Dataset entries
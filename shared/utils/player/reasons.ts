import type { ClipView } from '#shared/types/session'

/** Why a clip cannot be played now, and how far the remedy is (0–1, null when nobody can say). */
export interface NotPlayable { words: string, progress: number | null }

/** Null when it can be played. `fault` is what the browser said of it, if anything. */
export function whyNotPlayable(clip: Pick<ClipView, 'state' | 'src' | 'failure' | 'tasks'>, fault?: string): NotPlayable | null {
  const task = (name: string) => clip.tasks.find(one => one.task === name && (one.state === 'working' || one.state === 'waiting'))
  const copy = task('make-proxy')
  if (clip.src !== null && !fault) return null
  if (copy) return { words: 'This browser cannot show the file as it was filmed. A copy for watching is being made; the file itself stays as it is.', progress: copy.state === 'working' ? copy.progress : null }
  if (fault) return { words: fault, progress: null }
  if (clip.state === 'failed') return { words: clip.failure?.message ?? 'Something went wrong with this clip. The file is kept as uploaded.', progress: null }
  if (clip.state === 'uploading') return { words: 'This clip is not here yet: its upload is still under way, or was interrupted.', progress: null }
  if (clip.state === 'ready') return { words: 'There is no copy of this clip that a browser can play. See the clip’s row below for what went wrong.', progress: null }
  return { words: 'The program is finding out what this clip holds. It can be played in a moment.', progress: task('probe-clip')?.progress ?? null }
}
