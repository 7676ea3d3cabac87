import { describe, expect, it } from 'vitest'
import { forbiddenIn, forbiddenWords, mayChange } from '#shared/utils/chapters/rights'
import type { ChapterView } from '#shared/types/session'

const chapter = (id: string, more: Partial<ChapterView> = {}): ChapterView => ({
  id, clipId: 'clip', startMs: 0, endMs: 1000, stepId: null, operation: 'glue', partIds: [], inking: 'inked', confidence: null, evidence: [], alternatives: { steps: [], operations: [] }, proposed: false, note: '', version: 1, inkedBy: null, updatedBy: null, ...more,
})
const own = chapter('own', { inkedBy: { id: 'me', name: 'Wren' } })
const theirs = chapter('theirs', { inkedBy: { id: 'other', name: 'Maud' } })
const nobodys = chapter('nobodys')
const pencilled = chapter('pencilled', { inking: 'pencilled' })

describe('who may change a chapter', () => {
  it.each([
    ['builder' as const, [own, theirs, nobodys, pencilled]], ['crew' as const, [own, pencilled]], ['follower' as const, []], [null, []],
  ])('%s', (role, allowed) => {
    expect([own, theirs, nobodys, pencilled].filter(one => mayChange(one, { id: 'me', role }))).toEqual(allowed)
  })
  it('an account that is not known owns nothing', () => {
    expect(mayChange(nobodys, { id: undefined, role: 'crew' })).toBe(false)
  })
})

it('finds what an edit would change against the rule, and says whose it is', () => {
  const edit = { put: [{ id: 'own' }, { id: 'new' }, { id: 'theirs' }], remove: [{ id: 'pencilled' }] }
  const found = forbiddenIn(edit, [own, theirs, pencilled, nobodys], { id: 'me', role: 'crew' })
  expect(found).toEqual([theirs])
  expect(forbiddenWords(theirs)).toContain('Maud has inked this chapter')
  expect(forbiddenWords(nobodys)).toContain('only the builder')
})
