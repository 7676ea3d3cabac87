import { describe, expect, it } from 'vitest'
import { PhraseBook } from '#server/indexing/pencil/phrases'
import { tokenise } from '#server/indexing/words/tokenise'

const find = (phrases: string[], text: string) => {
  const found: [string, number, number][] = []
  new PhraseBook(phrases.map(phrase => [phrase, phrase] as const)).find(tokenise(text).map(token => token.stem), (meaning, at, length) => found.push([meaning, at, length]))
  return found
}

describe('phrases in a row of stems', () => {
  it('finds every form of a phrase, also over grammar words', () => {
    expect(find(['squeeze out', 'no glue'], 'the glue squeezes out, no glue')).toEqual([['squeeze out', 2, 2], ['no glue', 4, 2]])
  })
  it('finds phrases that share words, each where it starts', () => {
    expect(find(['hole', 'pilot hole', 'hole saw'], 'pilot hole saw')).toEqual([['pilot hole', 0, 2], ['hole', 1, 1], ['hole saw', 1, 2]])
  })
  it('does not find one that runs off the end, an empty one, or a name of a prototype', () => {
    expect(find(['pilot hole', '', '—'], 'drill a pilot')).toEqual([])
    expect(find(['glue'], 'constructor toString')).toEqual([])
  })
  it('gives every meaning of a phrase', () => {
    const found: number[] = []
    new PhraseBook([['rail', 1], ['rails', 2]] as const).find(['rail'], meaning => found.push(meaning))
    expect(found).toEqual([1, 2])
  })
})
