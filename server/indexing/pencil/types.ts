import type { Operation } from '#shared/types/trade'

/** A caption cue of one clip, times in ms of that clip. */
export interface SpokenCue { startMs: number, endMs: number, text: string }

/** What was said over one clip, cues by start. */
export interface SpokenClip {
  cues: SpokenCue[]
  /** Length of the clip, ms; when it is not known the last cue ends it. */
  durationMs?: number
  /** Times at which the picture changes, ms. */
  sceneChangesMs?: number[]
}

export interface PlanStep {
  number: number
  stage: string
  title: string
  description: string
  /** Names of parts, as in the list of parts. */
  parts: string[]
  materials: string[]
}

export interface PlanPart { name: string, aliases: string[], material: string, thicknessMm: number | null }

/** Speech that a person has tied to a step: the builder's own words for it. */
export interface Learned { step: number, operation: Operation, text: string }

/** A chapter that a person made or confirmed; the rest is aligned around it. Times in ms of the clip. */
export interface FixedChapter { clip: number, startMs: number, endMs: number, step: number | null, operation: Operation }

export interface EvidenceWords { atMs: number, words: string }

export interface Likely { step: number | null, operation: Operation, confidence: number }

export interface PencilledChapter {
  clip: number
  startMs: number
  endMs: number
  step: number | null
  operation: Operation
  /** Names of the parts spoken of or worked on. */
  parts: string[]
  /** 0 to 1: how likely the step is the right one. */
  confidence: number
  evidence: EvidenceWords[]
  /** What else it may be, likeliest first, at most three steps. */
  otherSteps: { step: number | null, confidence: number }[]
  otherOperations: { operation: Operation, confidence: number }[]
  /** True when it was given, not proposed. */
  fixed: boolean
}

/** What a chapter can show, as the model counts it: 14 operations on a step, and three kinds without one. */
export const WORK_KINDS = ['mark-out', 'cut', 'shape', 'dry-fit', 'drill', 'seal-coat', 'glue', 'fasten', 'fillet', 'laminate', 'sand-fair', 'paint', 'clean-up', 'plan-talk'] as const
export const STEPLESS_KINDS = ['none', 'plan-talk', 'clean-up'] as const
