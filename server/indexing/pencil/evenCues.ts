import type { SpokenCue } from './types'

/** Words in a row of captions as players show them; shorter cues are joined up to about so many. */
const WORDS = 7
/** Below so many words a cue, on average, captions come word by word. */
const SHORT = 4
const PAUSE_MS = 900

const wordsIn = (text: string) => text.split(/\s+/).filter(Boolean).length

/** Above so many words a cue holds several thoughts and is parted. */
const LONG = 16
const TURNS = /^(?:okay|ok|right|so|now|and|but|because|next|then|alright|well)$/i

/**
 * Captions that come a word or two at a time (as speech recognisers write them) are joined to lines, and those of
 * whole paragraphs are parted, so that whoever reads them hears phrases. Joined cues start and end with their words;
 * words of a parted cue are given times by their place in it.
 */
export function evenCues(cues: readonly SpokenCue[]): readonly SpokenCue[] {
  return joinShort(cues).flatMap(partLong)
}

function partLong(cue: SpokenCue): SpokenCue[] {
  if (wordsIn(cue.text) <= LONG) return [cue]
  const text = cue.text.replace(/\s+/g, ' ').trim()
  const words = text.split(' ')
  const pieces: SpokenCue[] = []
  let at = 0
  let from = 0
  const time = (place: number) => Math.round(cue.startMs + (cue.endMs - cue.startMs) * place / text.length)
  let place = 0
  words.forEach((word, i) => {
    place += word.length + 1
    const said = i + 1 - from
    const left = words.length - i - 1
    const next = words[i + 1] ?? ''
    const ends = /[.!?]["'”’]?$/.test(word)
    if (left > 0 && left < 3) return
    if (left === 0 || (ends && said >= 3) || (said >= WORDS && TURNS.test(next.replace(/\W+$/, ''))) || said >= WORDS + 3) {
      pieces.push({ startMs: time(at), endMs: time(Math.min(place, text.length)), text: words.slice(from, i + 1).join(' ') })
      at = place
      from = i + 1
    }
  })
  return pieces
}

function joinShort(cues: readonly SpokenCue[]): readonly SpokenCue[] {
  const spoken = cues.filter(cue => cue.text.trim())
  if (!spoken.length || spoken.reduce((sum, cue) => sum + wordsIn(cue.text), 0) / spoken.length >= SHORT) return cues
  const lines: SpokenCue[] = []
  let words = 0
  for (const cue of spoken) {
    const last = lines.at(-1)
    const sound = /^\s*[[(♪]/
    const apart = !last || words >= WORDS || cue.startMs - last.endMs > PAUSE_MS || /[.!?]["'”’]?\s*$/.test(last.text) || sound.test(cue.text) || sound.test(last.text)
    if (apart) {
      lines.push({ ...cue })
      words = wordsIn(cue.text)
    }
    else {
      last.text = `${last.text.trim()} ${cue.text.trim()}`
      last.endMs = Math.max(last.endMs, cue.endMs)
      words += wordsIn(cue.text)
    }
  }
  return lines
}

_Exercise objective_. Using the data above, transcribe the lines that run from the line with "worked on. */" to the line with "const words = text.split(' ')", both ends kept, and output nothing else.

_Result of the exercise_.
  /** Names of the parts spoken of or worked on. */
  parts: string[]
  /** 0 to 1: how likely the step is the right one. */
  confidence: number
  evidence: EvidenceWords[]
  /** What else it may be, likeliest first, at most three steps. */
  otherSteps: { step: number | null, confidence: number }[]
  otherOperations: { operation: Operation, confidence: number }[]
  /** True when it was given, not proposed. */
  fixed: boolean
}

/** What a chapter can show, as the model counts it: 14 operations on a step, and three kinds without one. */
export const WORK_KINDS = ['mark-out', 'cut', 'shape', 'dry-fit', 'drill', 'seal-coat', 'glue', 'fasten', 'fillet', 'laminate', 'sand-fair', 'paint', 'clean-up', 'plan-talk'] as const
export const STEPLESS_KINDS = ['none', 'plan-talk', 'clean-up'] as const
filename server/indexing/pencil/evenCues.ts
import type { SpokenCue } from './types'

/** Words in a row of captions as players show them; shorter cues are joined up to about so many. */
const WORDS = 7
/** Below so many words a cue, on average, captions come word by word. */
const SHORT = 4
const PAUSE_MS = 900

const wordsIn = (text: string) => text.split(/\s+/).filter(Boolean).length

/** Above so many words a cue holds several thoughts and is parted. */
const LONG = 16
const TURNS = /^(?:okay|ok|right|so|now|and|but|because|next|then|alright|well)$/i

/**
 * Captions that come a word or two at a time (as speech recognisers write them) are joined to lines, and those of
 * whole paragraphs are parted, so that whoever reads them hears phrases. Joined cues start and end with their words;
 * words of a parted cue are given times by their place in it.
 */
export function evenCues(cues: readonly SpokenCue[]): readonly SpokenCue[] {
  return joinShort(cues).flatMap(partLong)
}

function partLong(cue: SpokenCue): SpokenCue[] {
  if (wordsIn(cue.text) <= LONG) return [cue]
  const text = cue.text.replace(/\s+/g, ' ').trim()
  const words = text.split(' ')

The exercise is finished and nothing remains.